Closed-end funds raise funds via either leverage or stock offerings. Companies tend to keep their leverages in check in the wake of expected rate hikes. Equity offerings look unattractive in a majority of these cases, as net asset values are either on par with or higher than current stock prices.
Due to higher competition among closed-end funds for new originations, capital availability remains fluent. However, as companies expand into new areas, capital availability will have to be addressed.
Prospect Capital (PSEC) is valued at lower multiples than its competitors and the broader market (SPY). The company is targeting the select monetization of business divisions in a bid to raise capital and invest in asset classes that yield higher returns. Prospect Capital yielded returns of above 9.5% on its book equity in fiscal 1Q17 on an annualized basis. This amount was higher than the peer average of 9% during the same period.
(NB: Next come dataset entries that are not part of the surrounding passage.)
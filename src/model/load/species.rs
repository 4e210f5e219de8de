//! The sections `species` and `time`, and the species that a table brings along.

use super::desk::{Desk, Fields, is_null};
use super::keys::{AIMS, ROLES, SPECIES, TIME};
use super::names::{Names, as_symbol};
use crate::diag::Location;
use crate::expr::lex::is_identifier;
use crate::model::messages::{Message, digits};
use crate::model::tree::{Entry, Kind, Node, normal};
use crate::model::{Aim, Placed, Role, Species, TimeKind};

/// Species of one model.
pub(super) const SPECIES_LIMIT: usize = 1_000;

/// The unit of time, and whether time runs or steps. Where the section cannot be read, time runs.
pub(super) fn time(desk: &mut Desk<'_>, fields: &Fields<'_>) -> (Option<Placed<String>>, TimeKind) {
    let Some(node) = fields.get("time") else { return (None, TimeKind::Continuous) };
    if !matches!(node.kind, Kind::Mapping(_)) {
        return (desk.line(node, "\"time\"", "a unit such as yr"), TimeKind::Continuous);
    }
    let Some(inner) = desk.fields(node, &TIME, "\"time\"", node.at) else { return (None, TimeKind::Continuous) };
    let unit = inner.get("unit").and_then(|unit| desk.line(unit, "\"unit\"", "a unit such as yr"));
    let step = inner.get("step").and_then(|step| desk.positive(step, "\"step\""));
    (unit, TimeKind::Discrete { step: step.unwrap_or(1.0) })
}

/// The declared species, their symbols added to the names.
pub(super) fn declared(desk: &mut Desk<'_>, fields: &Fields<'_>, names: &mut Names) -> Vec<Species> {
    let Some(node) = fields.get("species").filter(|node| !is_null(node)) else { return Vec::new() };
    let help = "write each species as a key, for example {stock: {symbol: N, upper: 1000}}";
    let Some(entries) = desk.map(node, "\"species\"", "a map of one or more species", help) else {
        names.incomplete = true;
        return Vec::new();
    };
    entries.iter().map(|entry| one(desk, entry, names)).collect()
}

fn one(desk: &mut Desk<'_>, entry: &Entry, names: &mut Names) -> Species {
    let what = format!("the species \"{}\"", entry.key);
    let Some(fields) = desk.fields(&entry.value, &SPECIES, &what, entry.key_at) else {
        let symbol = meant(entry);
        names.declare_species(desk, &entry.key, &symbol, entry.key_at);
        return bare(&entry.key, symbol, entry.key_at, None);
    };
    let symbol = symbol(desk, &fields, entry);
    names.declare_species(desk, &entry.key, &symbol.value, symbol.at);
    let lower = fields.get("lower").and_then(|node| desk.not_negative(node, "\"lower\""));
    let mut species = bare(&entry.key, normal(&symbol.value), entry.key_at, upper(desk, &fields, lower));
    species.lower = lower.unwrap_or(0.0);
    species.unit = fields.get("unit").and_then(|node| desk.line(node, "\"unit\"", "a unit such as kt"));
    species.population =
        fields.get("population").and_then(|node| desk.line(node, "\"population\"", "a name")).map(|text| text.value);
    if let Some(node) = fields.get("role") {
        let roles = [Role::Population, Role::Fleet, Role::Resource];
        species.role = desk.word(node, "\"role\"", ROLES).map_or(Role::default(), |index| roles[index]);
    }
    if let Some(node) = fields.get("aim") {
        let aims = [Aim::Keep, Aim::Remove];
        species.aim = desk.word(node, "\"aim\"", AIMS).map_or(Aim::default(), |index| aims[index]);
    }
    species
}

/// The symbol that was probably meant where the entry is no map: a single word is one.
fn meant(entry: &Entry) -> String {
    match &entry.value.kind {
        Kind::Scalar(scalar) if is_identifier(&scalar.value) => normal(&scalar.value),
        _ => as_symbol(&entry.key),
    }
}

/// A species of which nothing but its names and the search box is known.
pub(super) fn bare(name: &str, symbol: String, at: Location, upper: Option<f64>) -> Species {
    Species {
        name: name.to_owned(),
        symbol,
        at,
        unit: None,
        lower: 0.0,
        upper,
        population: None,
        role: Role::default(),
        aim: Aim::default(),
    }
}

/// The symbol that is given, else the key where formulas can hold it.
fn symbol(desk: &mut Desk<'_>, fields: &Fields<'_>, entry: &Entry) -> Placed<String> {
    if let Some(node) = fields.get("symbol") {
        let text = desk.line(node, "\"symbol\"", "a name for formulas");
        return text.unwrap_or_else(|| Placed { value: as_symbol(&entry.key), at: entry.key_at });
    }
    if is_identifier(&entry.key) {
        return Placed { value: entry.key.clone(), at: entry.key_at };
    }
    let proposal = as_symbol(&entry.key);
    desk.say(Message::SymbolNeeded, entry.key_at, &[&entry.key, &proposal]);
    Placed { value: proposal, at: entry.key_at }
}

fn upper(desk: &mut Desk<'_>, fields: &Fields<'_>, lower: Option<f64>) -> Option<f64> {
    let node: &Node = fields.get("upper")?;
    let upper = desk.positive(node, "\"upper\"")?;
    let lower = lower.unwrap_or(0.0);
    if upper <= lower {
        desk.say(Message::UpperBelowLower, node.at, &[&digits(upper), &digits(lower)]);
    }
    Some(upper)
}
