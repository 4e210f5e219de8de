//! The drawing as text, with what its signs mean below.

use super::{View, drawing, mark, not_marked, signs};
use crate::report::layout::wrapped;
use crate::report::sketch::Size;
use crate::report::table::Page;

/// Columns by which what stands below is indented.
const INDENT: usize = 2;

/// A response in lines of at most the page's width, `rows` of them for the drawing; ends in a line break.
pub fn text(view: &View<'_>, rows: usize, page: &Page) -> String {
    let size = Size { columns: page.width, rows };
    let mut text = String::new();
    for line in drawing(view, size, page.style).lines(page.color) {
        text.push_str(&line);
        text.push('\n');
    }
    let signs: Vec<String> =
        signs(view, size, page.style).into_iter().map(|(sign, meaning)| format!("{sign} {meaning}  ")).collect();
    let below = wrapped(signs.iter().map(String::as_str), INDENT, INDENT, page.width);
    for line in format!("{:INDENT$}{below}", "").lines() {
        text.push_str(line.trim_end());
        text.push('\n');
    }
    let left_out = not_marked(view, size);
    if !left_out.is_empty() {
        let marks: Vec<String> = left_out.iter().map(|&rank| mark(rank).to_string()).collect();
        let said = format!("Thresholds outside the drawing, or in one cell with others: {}", marks.join(", "));
        text.push_str(&page.paragraph("", &said, INDENT));
    }
    text
}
In comparison, Apollo Investment (AINV) is focusing mainly on less risky investments by exiting riskier investments and deploying funds according to its renewed strategy.
Ares Capital’s SDLP
After closing its partnership with GE Capital, Ares Capital (ARCC) is slowly building up a new senior direct lending program (or SDLP). Under the new program, Ares will make senior secured loans to middle market companies. The company aims to build strong relationships with other financial sponsors and companies. The company is building up this new program in partnership with Varagon and AIG (AIG).
On September 30, 2016, the funded SDLP portfolio totaled $929 million. The program consisted of ten first-lien, senior-secured loans to various companies. The program has an investment limit of $2.9 billion, with a limit of up to $300 million in one company.